- _WHAT IS REQUIRED_: Could you reproduce, word for word, everything below from the line containing "let (weights, sexes)" down to the line containing "of_arm[index] += 1;", with both of those lines included and no others?

####

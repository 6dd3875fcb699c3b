//! Monte Carlo intervals and percentiles against values computed elsewhere (see `reference/README.md`).

#![expect(clippy::print_stdout, reason = "a test reports its worst error")]

use neap_engine::quantity::Exact;
use neap_engine::summary::{Ranks, order_statistic_ranks, wilson};
use neap_tests::{csv, number};
use num_bigint::BigInt;

/// Wilson intervals: `statistics/proportion_intervals.csv` (mpmath, 20 digits).
///
/// Each bound is a sum and a quotient of a few numbers, so a few units in the last place of 1 are lost, and the deviate adds
/// its own relative 1e-15: 1e-14 absolute covers both.
#[test]
fn wilson_intervals_agree_with_twenty_digits() {
    let mut worst = 0.0f64;
    let rows = csv("statistics/proportion_intervals.csv");
    for row in &rows {
        let (successes, trials) = (row["successes"].parse().unwrap(), row["trials"].parse().unwrap());
        let (lower, upper) = wilson(successes, trials, number(&row["confidence"]));
        for (got, name) in [(lower, "wilson_low_20_digits"), (upper, "wilson_high_20_digits")] {
            let error = (got - number(&row[name])).abs();
            assert!(error <= 1e-14, "{successes} of {trials}, {name}: {got} is off by {error:e}");
            worst = worst.max(error);
        }
    }
    println!("wilson: {} intervals, worst absolute error {worst:.1e}", rows.len());
}

/// Ranks: `statistics/order_statistic_intervals.csv` (binomial quantiles by scipy, coverage by mpmath).
#[test]
fn order_statistic_ranks_agree() {
    for row in csv("statistics/order_statistic_intervals.csv") {
        let n: u64 = row["sample_size"].parse().unwrap();
        let bound = |name: &str| -> Option<u64> {
            let rank = row[name].parse().unwrap();
            (1..=n).contains(&rank).then_some(rank)
        };
        let got = order_statistic_ranks(n, number(&row["probability"]), number(&row["confidence"]));
        assert_eq!(got, (bound("lower_rank"), bound("upper_rank")), "{row:?}");
    }
}

/// Binomial probabilities of `0..=n` successes, by the recurrence from the mode outwards and scaled to add up to 1.
fn binomial(n: usize, p: f64) -> Vec<f64> {
    let mut terms = vec![0.0; n + 1];
    let mode = ((n + 1) as f64 * p) as usize;
    terms[mode] = 1.0;
    for k in mode + 1..=n {
        terms[k] = terms[k - 1] * (n - k + 1) as f64 / k as f64 * p / (1.0 - p);
    }
    for k in (0..mode).rev() {
        terms[k] = terms[k + 1] * (k + 1) as f64 / (n - k) as f64 * (1.0 - p) / p;
    }
    let sum: f64 = terms.iter().sum();
    terms.iter().map(|term| term / sum).collect()
}

/// What the ranks are for: the interval holds the quantile with at least the stated confidence, each tail misses at most half
/// of the rest, and one rank nearer would miss more. The probabilities are summed here term by term.
#[test]
fn order_statistic_intervals_cover_and_none_is_wider_than_it_must_be() {
    for level in [0.8, 0.95, 0.999] {
        let tail = 0.5 * (1.0 - level);
        for n in [1usize, 2, 10, 59, 100, 999, 5000] {
            for p in [0.001, 0.05, 0.25, 0.5, 0.9, 0.975] {
                let terms = binomial(n, p);
                let below = |k: usize| terms[..k].iter().sum::<f64>();
                let from = |k: usize| terms[k..].iter().sum::<f64>();
                let (lower, upper) = order_statistic_ranks(n as u64, p, level);
                // The quantile lies below the order statistic of rank r where fewer than r values fall below it.
                let rank = lower.unwrap_or(0) as usize;
                assert!(below(rank) < tail * (1.0 + 1e-9), "{n} {p} {level}: lower {rank}");
                assert!(below(rank + 1) >= tail * (1.0 - 1e-9), "{n} {p} {level}: lower {rank} could be nearer");
                let rank = upper.unwrap_or(n as u64 + 1) as usize;
                assert!(from(rank) <= tail * (1.0 + 1e-9), "{n} {p} {level}: upper {rank}");
                assert!(from(rank - 1) > tail * (1.0 - 1e-9), "{n} {p} {level}: upper {rank} could be nearer");
            }
        }
    }
}

/// Percentiles: definition 7 of `statistics/quantile_definitions.csv` (R 4.2.2, `quantile(x, probs, type = 7)`; the
/// definition is Hyndman and Fan 1996).
///
/// R prints 17 digits at most and adds the same three numbers: 4 units in the last place.
#[test]
fn percentiles_are_of_type_seven() {
    let samples = csv("statistics/quantile_samples.csv");
    let mut checked = 0;
    for row in csv("statistics/quantile_definitions.csv").iter().filter(|row| row["definition"] == "7") {
        let mut values: Vec<f64> = samples
            .iter()
            .filter(|sample| sample["sample"] == row["sample"])
            .map(|sample| number(&sample["value"]))
            .collect();
        values.sort_by(f64::total_cmp);
        let ranks = Ranks::new(&percentile(&row["probability"]), values.len() as u64, 0.95);
        let at = |rank: u64| values[rank as usize];
        let next = if ranks.fraction > 0.0 { at(ranks.at + 1) } else { f64::NAN };
        let (got, expected) = (ranks.interpolate(at(ranks.at), next), number(&row["quantile"]));
        assert!((got - expected).abs() <= 4.0 * f64::EPSILON * expected.abs(), "{row:?}: {got}");
        checked += 1;
    }
    assert!(checked >= 40, "{checked} quantiles were checked");
}

/// A probability in decimal digits as an exact percentile.
fn percentile(probability: &str) -> Exact {
    let (whole, part) = probability.split_once('.').unwrap_or((probability, ""));
    let digits: BigInt = format!("{whole}{part}").parse().expect("decimal digits");
    Exact::new(digits * BigInt::from(100), BigInt::from(10).pow(part.len() as u32))
}

/// All ranks that a percentile needs exist.
#[test]
fn ranks_stay_within_the_sample() {
    for n in [1u64, 2, 3, 99, 100, 101, 10_000] {
        for tenths in 1..1000u32 {
            let ranks = Ranks::new(&Exact::new(BigInt::from(tenths), BigInt::from(10)), n, 0.95);
            assert!(ranks.needed().all(|rank| rank < n), "{tenths} tenths of a percent of {n}: {ranks:?}");
            assert!((0.0..1.0).contains(&ranks.fraction));
            // In very small samples a bound may lie between the two ranks that a percentile is interpolated from.
            assert!(ranks.lower.is_none_or(|lower| lower <= ranks.at + 1));
            assert!(ranks.upper.is_none_or(|upper| upper >= ranks.at));
        }
    }
}
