//! The tables as a reader finds them: names, types, order of rows, values.

use std::fs::File;
use std::path::Path;
use std::time::SystemTime;

use arrow::array::{Array, Float64Array, Int64Array, RecordBatch, StringArray};
use arrow::compute::concat_batches;
use neap_engine::run::{Results, Watch};
use neap_engine::summary::wilson;
use neap_engine::tables::WriteOptions;
use neap_tests::{patients, run};
use parquet::arrow::arrow_reader::ParquetRecordBatchReaderBuilder;

const SCENARIO: &str = r#"
neap = 1
[population]
size = 9_001
seed = 3
[population.weight]
distribution = "normal"
mean = "75 kg"
sd = "12 kg"
limits = ["45 kg", "120 kg"]
[population.sex]
distribution = "categories"
proportions = { female = 0.4, male = 0.6 }
[drug]
name = "Compound T (invented)"
model = "one-compartment"
[drug.parameter.clearance]
typical = "5 L/h"
cv = "30 %"
scale = [{ covariate = "weight", reference = "70 kg", exponent = 0.75 }, { covariate = "sex", is = "female", times = 0.9 }]
[drug.parameter.volume]
typical = "40 L"
[[arm]]
name = "second in the alphabet, first in the file"
[[arm.dose]]
amount = "100 mg"
route = "bolus"
[[arm]]
name = "a"
[[arm.dose]]
amount = "200 mg"
route = "bolus"
[window]
low = "1000 ug/L"
high = "3000 ug/L"
[output]
times = ["0 h", "6 h", "12 h"]
percentiles = [5, 50, 95]
"#;

/// Names of the columns as the design fixes them.
const COLUMNS: [(&str, &[&str]); 4] = [
    ("bands", &["arm", "subgroup", "signal", "time_h", "percentile", "value", "mc_lower", "mc_upper", "method"]),
    (
        "shares",
        &[
            "arm",
            "subgroup",
            "signal",
            "window",
            "time_h",
            "below",
            "below_se",
            "below_mc_lower",
            "below_mc_upper",
            "within",
            "within_se",
            "within_mc_lower",
            "within_mc_upper",
            "above",
            "above_se",
            "above_mc_lower",
            "above_mc_upper",
            "method",
        ],
    ),
    ("population", &["quantity", "unit", "statistic", "asked", "realised", "outside_studied"]),
    ("patients", &["patient", "arm", "weight", "sex", "clearance", "volume"]),
];

fn written() -> (Results, tempfile::TempDir) {
    let results = run(SCENARIO);
    let folder = tempfile::tempdir().expect("a temporary folder");
    let options = WriteOptions { replace: false, patients: true, started: SystemTime::now() };
    results.write(&folder.path().join("out"), &options, &Watch::new()).expect("it is written");
    (results, folder)
}

fn open(folder: &Path, table: &str) -> ParquetRecordBatchReaderBuilder<File> {
    let file = File::open(folder.join("out").join(format!("{table}.parquet"))).expect("the table is there");
    ParquetRecordBatchReaderBuilder::try_new(file).expect("it is Parquet")
}

fn read(folder: &Path, table: &str) -> RecordBatch {
    let builder = open(folder, table);
    let schema = builder.schema().clone();
    let batches: Vec<RecordBatch> = builder.build().expect("a reader").map(|batch| batch.expect("a batch")).collect();
    concat_batches(&schema, &batches).expect("one schema")
}

fn texts<'a>(batch: &'a RecordBatch, name: &str) -> Vec<&'a str> {
    let column = batch.column_by_name(name).expect("the column is there");
    let column = column.as_any().downcast_ref::<StringArray>().expect("text");
    (0..column.len()).map(|row| column.value(row)).collect()
}

fn numbers(batch: &RecordBatch, name: &str) -> Vec<Option<f64>> {
    let column = batch.column_by_name(name).expect("the column is there");
    column.as_any().downcast_ref::<Float64Array>().expect("numbers").iter().collect()
}

#[test]
fn columns_have_their_names_units_and_descriptions() {
    let (_, folder) = written();
    for (table, names) in COLUMNS {
        let batch = read(folder.path(), table);
        let schema = batch.schema();
        let found: Vec<&str> = schema.fields().iter().map(|field| field.name().as_str()).collect();
        assert_eq!(found, names, "{table}");
        for field in schema.fields() {
            let metadata = field.metadata();
            assert!(metadata.contains_key("unit"), "{table}.{} has no unit", field.name());
            assert!(!metadata["description"].is_empty(), "{table}.{} has no description", field.name());
        }
    }
    let bands = read(folder.path(), "bands").schema();
    assert_eq!(bands.field_with_name("value").unwrap().metadata()["unit"], "ug/L", "the window's unit is the output's");
    assert_eq!(bands.field_with_name("time_h").unwrap().metadata()["unit"], "h");
}

#[test]
fn files_carry_hash_seed_and_version() {
    let (_, folder) = written();
    for (table, _) in COLUMNS {
        let builder = open(folder.path(), table);
        let pairs = builder.metadata().file_metadata().key_value_metadata().expect("the file says where it is from");
        let said: Vec<String> =
            pairs.iter().map(|pair| format!("{}={}", pair.key, pair.value.as_deref().unwrap_or(""))).collect();
        for part in ["seed=3", "sha256="] {
            assert!(said.iter().any(|said| said.contains(part)), "{table}: no {part} in {said:?}");
        }
        assert!(said.iter().any(|said| said.ends_with(env!("CARGO_PKG_VERSION"))), "{table}: {said:?}");
    }
}

#[test]
fn bands_are_the_results_in_order() {
    let (results, folder) = written();
    let batch = read(folder.path(), "bands");
    let (arms, times) = (texts(&batch, "arm"), numbers(&batch, "time_h"));
    let (percentiles, values) = (numbers(&batch, "percentile"), numbers(&batch, "value"));
    let (lower, upper) = (numbers(&batch, "mc_lower"), numbers(&batch, "mc_upper"));
    let mut row = 0;
    for arm in &results.arms {
        for at in &arm.times {
            for band in &at.bands {
                assert_eq!(arms[row], arm.name);
                assert_eq!((times[row], percentiles[row]), (Some(at.time_h), Some(band.percentile)));
                assert_eq!((values[row], lower[row], upper[row]), (Some(band.value), band.mc_lower, band.mc_upper));
                row += 1;
            }
        }
    }
    assert_eq!(row, batch.num_rows());
    assert!(texts(&batch, "subgroup").iter().all(|group| *group == "all"));
    assert!(texts(&batch, "signal").iter().all(|signal| *signal == "concentration"));
    // 100 mg into 40 L are 2500 ug/L at once, for everyone. The product and the change of unit round once each.
    assert!((values[0].unwrap() - 2500.0).abs() <= 2.0 * f64::EPSILON * 2500.0, "{:?}", values[0]);
}

#[test]
fn shares_are_the_counts_with_their_errors() {
    let (results, folder) = written();
    let batch = read(folder.path(), "shares");
    let n = results.patients;
    let mut row = 0;
    for at in results.arms.iter().flat_map(|arm| &arm.times) {
        let counts = at.shares.expect("there is a window");
        for (name, count) in [("below", counts.below), ("within", counts.within), ("above", counts.above)] {
            let of = |end: &str| numbers(&batch, &format!("{name}{end}"))[row].expect("no share is missing");
            let share = count as f64 / n as f64;
            assert_eq!(of(""), share);
            assert!((of("_se") - (share * (1.0 - share) / n as f64).sqrt()).abs() <= 1e-16);
            let (lower, upper) = wilson(count, n, 0.95);
            assert_eq!((of("_mc_lower"), of("_mc_upper")), (lower, upper));
        }
        row += 1;
    }
    assert_eq!(row, batch.num_rows());
    assert!(texts(&batch, "window").iter().all(|window| window.contains("1000") && window.contains("3000")));
}

#[test]
fn patients_are_everyone_in_every_arm() {
    let (results, folder) = written();
    let batch = read(folder.path(), "patients");
    let all = patients(&results.plan);
    assert_eq!(batch.num_rows(), all.count * 2);
    let column = batch.column_by_name("patient").unwrap().as_any().downcast_ref::<Int64Array>().expect("whole numbers");
    let (weights, sexes) = (numbers(&batch, "weight"), texts(&batch, "sex"));
    let clearances = numbers(&batch, "clearance");
    let mut of_arm = [0, 0];
    for (row, arm) in texts(&batch, "arm").iter().enumerate() {
        let index = usize::from(*arm == "a");
        let patient = column.value(row) as usize - 1;
        of_arm[index] += 1;
        assert_eq!(weights[row], Some(all.covariates[0][patient]));
        assert_eq!(sexes[row], ["female", "male"][all.covariates[1][patient] as usize]);
        assert_eq!(clearances[row], Some(all.parameters[0][patient]));
    }
    assert_eq!(of_arm, [all.count, all.count]);
}

#[test]
fn the_population_table_has_every_quantity() {
    let (results, folder) = written();
    let batch = read(folder.path(), "population");
    assert_eq!(batch.num_rows(), results.population.len());
    let (realised, asked) = (numbers(&batch, "realised"), numbers(&batch, "asked"));
    for (row, fact) in results.population.iter().enumerate() {
        assert_eq!((realised[row], asked[row]), (Some(fact.realised), fact.asked));
        assert_eq!(texts(&batch, "quantity")[row], fact.quantity);
    }
    let named = texts(&batch, "quantity");
    for name in ["weight", "sex = female", "sex = male", "clearance", "volume"] {
        assert!(named.contains(&name), "{name}");
    }
}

####

- _ANSWER FOR THIS EXERCISE_:
    let (weights, sexes) = (numbers(&batch, "weight"), texts(&batch, "sex"));
    let clearances = numbers(&batch, "clearance");
    let mut of_arm = [0, 0];
    for (row, arm) in texts(&batch, "arm").iter().enumerate() {
        let index = usize::from(*arm == "a");
        let patient = column.value(row) as usize - 1;
        of_arm[index] += 1;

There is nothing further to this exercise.